START Data shown

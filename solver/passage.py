"""The fields of an experiment down its line, on a grid and in steps that follow the light.

A line is watched at equal parts of its length. Between two watched distances, on a leg, the
window has some number of samples and the steps have some length; where the spectrum fills its
band the leg is gone over again on twice the samples, and where it reaches a band ended by the
splitting itself, in shorter steps. What a few realizations needed serves all others, which are
statistically alike; one that needs more than they did widens its own grid on the way.
"""

import math
from dataclasses import dataclass
from functools import cached_property, lru_cache

import numpy as np

from solver.experiment import Experiment
from solver.fibre import Section, drawn_axes, fibres_are_drawn, sections
from solver.grid import Complex, Field, Grid
from solver.propagation import STEP_LIMIT, edge_limit, scheme_for
from solver.relation import input_response
from solver.source import BOOSTER, SOURCE, draw, synthesize
from solver.task import Leg, Schedule
from solver.track import (
    COMPLETED,
    EDGE,
    Light,
    Observer,
    Outcome,
    Piece,
    Track,
    Wave,
    expected_steps,
)
from solver.transforms import COMPLEX

BIAS_SHARE = 0.1
"""Bias of C12(0) allowed, in units of the standard error that is aimed at."""
FIELD_FOR_BIAS = 10.0
"""Measured on the headline study: a field error this many times the bias allowed keeps to it."""
EDGE_FOR_BIAS = 0.1
"""Share of the energy allowed at the edges of the band, in units of the bias allowed."""
START_GUARD = 1 / 30
"""The light at the launch stays this much clearer of the edges."""
FEWEST_SAMPLES = 1024
"""The narrowest grid still has a sample for each column of a map."""
MOST_REFINED = 4
"""How far the time step may be divided when the spectrum fills the band."""
NOISE_KEPT_BYTES = 2**22
"""Draws up to this size are kept: every point of a study draws the same noise."""


@dataclass(frozen=True)
class Trip:
    """Where fields came to: √W, (realizations, 2, samples of the last leg), phases settled."""

    field: Field
    schedule: Schedule
    steps: int
    transforms: int
    outcome: Outcome


class Passage:
    """An experiment made ready to run: launch, line, scheme, and the limits of its band.

    legs: equal parts of the line at whose ends the field is watched. rows: equal parts of each
    leg at whose ends it is observed, at the end of the leg if there is one row.
    """

    def __init__(self, experiment: Experiment, legs: int, rows: int = 1) -> None:
        ensemble = experiment.ensemble
        self.experiment = experiment
        self.legs, self.rows = legs, rows
        self.precision = ensemble.precision
        self.bias_allowed = BIAS_SHARE * ensemble.standard_error_target
        self.field_tolerance = ensemble.field_tolerance
        self._expected_error = min(self.field_tolerance, FIELD_FOR_BIAS * self.bias_allowed)
        self.scheme = scheme_for(self._expected_error)
        self.edge_limit = min(
            edge_limit(self.field_tolerance, self.precision),
            EDGE_FOR_BIAS * self.bias_allowed,
        )
        self._sections: dict[int, list[Section]] = {}
        self._tracks: dict[int, Track] = {}
        self._pieces: dict[Leg, list[list[Piece]]] = {}

    def watched(self, legs: int, rows: int = 1) -> "Passage":
        """The same passage, watched at the ends of other parts."""
        other = Passage(self.experiment, legs, rows)
        other._sections = self._sections
        other.start_samples, other.response = self.start_samples, self.response
        return other

    def grid(self, samples: int) -> Grid:
        """The window in this many samples."""
        return Grid(samples, self.experiment.ensemble.window_ps / samples)

    @cached_property
    def start_samples(self) -> int:
        """Samples of the narrowest grid that holds the light at the launch."""
        asked = self.experiment.ensemble.samples
        response = input_response(self.experiment, self.grid(asked))
        density = np.sum(np.abs(response) ** 2, axis=(0, 1))
        from_carrier = np.abs(np.fft.fftfreq(asked) * asked)
        samples = asked
        while samples // 2 >= FEWEST_SAMPLES:
            beyond = density[from_carrier >= (1 - EDGE) * samples / 4].sum()
            if beyond > START_GUARD * self.edge_limit * density.sum():
                break
            samples //= 2
        return samples

    @cached_property
    def response(self) -> Complex:
        """Response of the launch on the grid it starts on, √W, (2, 2 draws, samples)."""
        return input_response(self.experiment, self.grid(self.start_samples))

    @cached_property
    def light(self) -> Light:
        """What the choice of steps needs to know of the light."""
        density = np.sum(np.abs(self.response) ** 2, axis=(0, 1))
        # Gaussian light has more power where it is bright: ⟨P²⟩ = 1.5 ⟨P⟩² for two equal parts.
        return Light(1.5 * float(density.sum()), density / density.sum())

    def fields(self, realizations: range) -> Field:
        """Launched fields, √W, shape (realizations, 2, start_samples), in the precision asked."""
        complex_type = COMPLEX[self.precision]
        size = len(realizations) * 2 * self.start_samples * np.dtype(complex_type).itemsize
        noise = (_kept_noise if size <= NOISE_KEPT_BYTES else _noise)(
            self.experiment.ensemble.seed,
            realizations,
            self.grid(self.start_samples),
            self.response.shape[1] > 2,
            complex_type,
        )
        return synthesize(noise, self.response.astype(complex_type))

    def track(self, samples: int) -> Track:
        """The line on a grid of this many samples."""
        if samples not in self._tracks:
            experiment, grid = self.experiment, self.grid(samples)
            if samples not in self._sections:
                self._sections[samples] = sections(
                    experiment.line,
                    grid,
                    experiment.source.wavelength_nm,
                    experiment.ensemble.seed,
                )
            parts = self.legs * self.rows
            ends = [experiment.length_km * (i + 1) / parts for i in range(parts)]
            self._tracks[samples] = Track(self._sections[samples], grid, ends)
        return self._tracks[samples]

    def axes(self, realizations: range | None) -> list[Complex | None] | None:
        """Axes of the sections of these realizations' own fibres; None where all share one."""
        if not fibres_are_drawn(self.experiment):
            return None
        if realizations is None:
            raise ValueError("each realization has a fibre of its own: say which these are")
        return drawn_axes(self.experiment.line, self.experiment.ensemble.seed, realizations)

    @cached_property
    def weights(self) -> np.ndarray:
        """What :meth:`Track.weights` says of the line and the light at the launch."""
        return self.track(self.start_samples).weights(self.scheme, self.light)

    @cached_property
    def expected_steps(self) -> float:
        """Steps that should keep the bias within what is allowed, judged from the launch alone."""
        return expected_steps(self.weights, self.scheme, self._expected_error)

    def expected(self) -> Schedule:
        """The expected steps, on the narrowest grid."""
        return self.evenly(self.start_samples, math.ceil(self.expected_steps))

    def evenly(self, samples: int, steps: int) -> Schedule:
        """The same grid and density of steps all along."""
        return (Leg(samples, steps),) * self.legs

    def pieces(self, leg: Leg) -> list[list[Piece]]:
        """The line in this leg's kind of steps, leg by leg."""
        if leg not in self._pieces:
            made: list[list[Piece]] = [[]]
            row = 0
            for piece in self.track(leg.samples).pieces(self.weights, leg.steps):
                made[-1].append(piece)
                row += piece.recorded
                if piece.recorded and row % self.rows == 0:
                    made.append([])
            self._pieces[leg] = made[:-1]
        return self._pieces[leg]

    @property
    def widest(self) -> int:
        """Samples of the finest grid that is tried."""
        return MOST_REFINED * self.experiment.ensemble.samples

    def steps(self, schedule: Schedule) -> int:
        """Steps down the whole line."""
        legs = (self.pieces(leg)[index] for index, leg in enumerate(schedule))
        return sum(piece.steps for pieces in legs for piece in pieces)

    def travel(
        self,
        field: Field,
        schedule: Schedule,
        *,
        realizations: range | None = None,
        first: int = 0,
        guard: float = 1.0,
        checked: bool = True,
        observe: Observer | None = None,
        phases: bool = False,
    ) -> Trip:
        """Take launched fields, or those at the end of leg ``first`` − 1, down a schedule.

        realizations: their numbers; needed where each of them has a fibre of its own.
        guard: see :meth:`Track.march`. Unchecked, the schedule is kept whatever the light does.
        observe: called with the number of each row of the line and a field whose powers are right
        at its end, and its phases too if ``phases`` asks for them; once more when its leg is gone
        over again. The trip's schedule tells what the legs took.
        """
        wave = Wave(field)
        limit = self.edge_limit if checked else math.inf
        axes = self.axes(realizations)
        if not self.weights.any():
            guard = 0.0  # without the Kerr effect no step makes sidebands
        done: list[Leg] = []
        steps = spent = fewest = 0
        outcome = COMPLETED
        for index, planned in enumerate(schedule, first):
            leg = Leg(max(planned.samples, wave.field.shape[2]), max(planned.steps, fewest))
            while True:
                kept = wave.kept()
                if leg.samples > wave.field.shape[2]:
                    wave = kept.again(leg.samples)
                pieces = self.pieces(leg)[index]
                outcome = self.track(leg.samples).march(
                    wave,
                    pieces,
                    self.scheme,
                    edge_limit=limit,
                    guard=guard,
                    observe=observe and _from_row(index * self.rows, observe),
                    phases=phases,
                    sparing=True,
                    axes=axes,
                )
                count = sum(piece.steps for piece in pieces)
                spent += count * self.scheme.transforms_per_step
                if outcome.kind == "aliased" and 2 * leg.samples <= self.widest:
                    leg = Leg(2 * leg.samples, leg.steps)
                elif outcome.kind == "steps_too_long" and leg.steps < STEP_LIMIT:
                    leg = Leg(leg.samples, max(leg.steps + leg.steps // 2, self.legs))
                    fewest = leg.steps
                else:
                    break
                wave = kept.again(kept.field.shape[2])
            if outcome.kind != "completed":
                break
            done.append(leg)
            steps += count
        wave.settle()
        return Trip(wave.field.copy(), tuple(done), steps, spent, outcome)


def _from_row(first: int, observe: Observer) -> Observer:
    """An observer of rows counted from 1, for one of rows of the line counted from 0."""
    return lambda row, field: observe(first + row - 1, field)


def _noise(seed: int, realizations: range, grid: Grid, boosted: bool, complex_type: type) -> Field:
    drawn = [draw(seed, realizations, grid, what) for what in (SOURCE, BOOSTER)[: 1 + boosted]]
    noise: Field = np.concatenate(drawn, axis=1).astype(complex_type)
    noise.flags.writeable = False
    return noise


_kept_noise = lru_cache(maxsize=4)(_noise)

END Data shown

• _Aim of the task_:
From the listing above, return the lines starting at the one with "return None" and ending at the one with "def expected_steps(self) ->", both kept, exactly as they appear and nothing more.

• _Answer for the task_:
            return None
        if realizations is None:
            raise ValueError("each realization has a fibre of its own: say which these are")
        return drawn_axes(self.experiment.line, self.experiment.ensemble.seed, realizations)

    @cached_property
    def weights(self) -> np.ndarray:
        """What :meth:`Track.weights` says of the line and the light at the launch."""
        return self.track(self.start_samples).weights(self.scheme, self.light)

    @cached_property
    def expected_steps(self) -> float:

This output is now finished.